Exercise prompt
Could you please count how many lines in the data below hold the string "attrs"? Reply with only the number.

#### Supplied entries ####

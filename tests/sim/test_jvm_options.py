"""JVM options: how covey reads them (argument, COVEY_JVM_OPTIONS), how a bad option is refused
before any worker starts (``java <options> -version``, the JVM's own check), and what local
campaign workers run with (one thread per numerical library). Common practice, no source.
"""

from __future__ import annotations

import os
import shutil

import pytest

from sim.campaign.executors import LocalExecutor
from sim.campaign.worker import WORKER_JVM_OPTIONS, WORKER_THREAD_ENV
from sim.errors import EnvironmentSetupError
from sim.orekit.boot import JVM_OPTIONS_ENV, check_jvm_options, jvm_options_from


def test_options_from_argument_and_environment(monkeypatch):
    monkeypatch.delenv(JVM_OPTIONS_ENV, raising=False)
    assert jvm_options_from(None) == []
    assert jvm_options_from("-Xmx2g  -XX:+UseSerialGC") == ["-Xmx2g", "-XX:+UseSerialGC"]
    assert jvm_options_from(("-Xss1m",)) == ["-Xss1m"]
    assert jvm_options_from("'-Xlog:gc*,safepoint:file=a b.txt'") == ["-Xlog:gc*,safepoint:file=a b.txt"]
    monkeypatch.setenv(JVM_OPTIONS_ENV, "-Xmx1g")
    assert jvm_options_from(None) == ["-Xmx1g"]
    assert jvm_options_from("") == []  # an explicit empty text: the JVM's defaults


@pytest.mark.parametrize("text, named", [("Xmx1g", "'Xmx1g' is no JVM option"),
                                         ("-Xmx1g 'unclosed", "cannot be split")])
def test_malformed_options_are_refused_with_the_key(text, named):
    with pytest.raises(EnvironmentSetupError) as e:
        jvm_options_from(text)
    assert named in str(e.value) and "-XX:+UseSerialGC -Xmx2g" in str(e.value)


@pytest.mark.skipif(shutil.which("java") is None and not os.environ.get("JAVA_HOME"),
                    reason="no java executable")
def test_the_jvm_itself_refuses_an_unknown_option():
    check_jvm_options(WORKER_JVM_OPTIONS)  # accepted
    check_jvm_options("-Xmx256m -Xss2m")
    with pytest.raises(EnvironmentSetupError) as e:
        check_jvm_options("-Xmx256m -XX:+NoSuchCoveyOption")
    assert "NoSuchCoveyOption" in str(e.value) and "--jvm-options" in str(e.value)


def read_env(keys):
    """Runs in a worker process."""
    return {k: os.environ.get(k) for k in keys}


def test_local_workers_run_numerical_libraries_on_one_thread(monkeypatch):
    for k in WORKER_THREAD_ENV:
        monkeypatch.delenv(k, raising=False)
    monkeypatch.setenv("MKL_NUM_THREADS", "3")  # the user's own choice is kept
    ex = LocalExecutor(1)
    try:
        f = ex.submit(read_env, list(WORKER_THREAD_ENV))
        got, why = ex.outcome(ex.wait([f], timeout=120)[0])
    finally:
        ex.close()
    assert why is None
    assert got == dict(WORKER_THREAD_ENV, MKL_NUM_THREADS="3")
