"""The campaign summary file round-trips (pure h5py, no JVM)."""

from __future__ import annotations

import numpy as np
import pytest

from sim.campaign.summary import RunRow, read_summary, scalar_metric_names, write_summary
from sim.errors import LogFormatError


def _metrics(k):
    names = scalar_metric_names()
    m = {n: float(k) for n in names}
    m["final_error_m"] = [float(k)] * 6
    return m


def test_summary_round_trip(tmp_path):
    rows = [RunRow(index=k, seed=100 + k, status="ok" if k != 2 else "failed", reason="" if k != 2 else "boom",
                   log=f"runs/run_{k:04d}.h5", case="", draw_index=k,
                   params={"deputies[0].roe_m[1]": 10.0 * k},
                   metrics={} if k == 2 else {"beta": _metrics(k)}) for k in range(4)]
    p = write_summary(tmp_path / "summary.h5", rows, name="c", kind="monte_carlo", master_seed=7,
                      campaign_toml="x = 1\n")
    s = read_summary(tmp_path)
    assert s.path == p and s.n_runs == 4 and s.attrs["master_seed"] == 7 and s.campaign_toml == "x = 1\n"
    assert s.runs["status"] == ["ok", "ok", "failed", "ok"] and list(s.runs["seed"]) == [100, 101, 102, 103]
    np.testing.assert_array_equal(s.params["deputies[0].roe_m[1]"], [0.0, 10.0, 20.0, 30.0])
    dv = s.metric("beta", "dv_total_mps")
    assert dv[0] == 0.0 and dv[3] == 3.0 and np.isnan(dv[2])
    np.testing.assert_array_equal(s.metric("beta", "err_dlambda_m")[[0, 1, 3]], [0.0, 1.0, 3.0])
    with pytest.raises(KeyError, match="no metric 'nope'"):
        s.metric("beta", "nope")
    assert "n_burns" in scalar_metric_names() and "final_error_m" not in scalar_metric_names()


def test_not_a_summary_is_a_clean_error(tmp_path):
    import h5py

    with h5py.File(tmp_path / "summary.h5", "w") as f:
        f.attrs["schema"] = "something.else"
    with pytest.raises(LogFormatError, match="not a covey campaign summary"):
        read_summary(tmp_path / "summary.h5")
    (tmp_path / "junk.h5").write_bytes(b"not hdf5")
    with pytest.raises(LogFormatError, match="cannot read"):
        read_summary(tmp_path / "junk.h5")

####

Solved exercise
2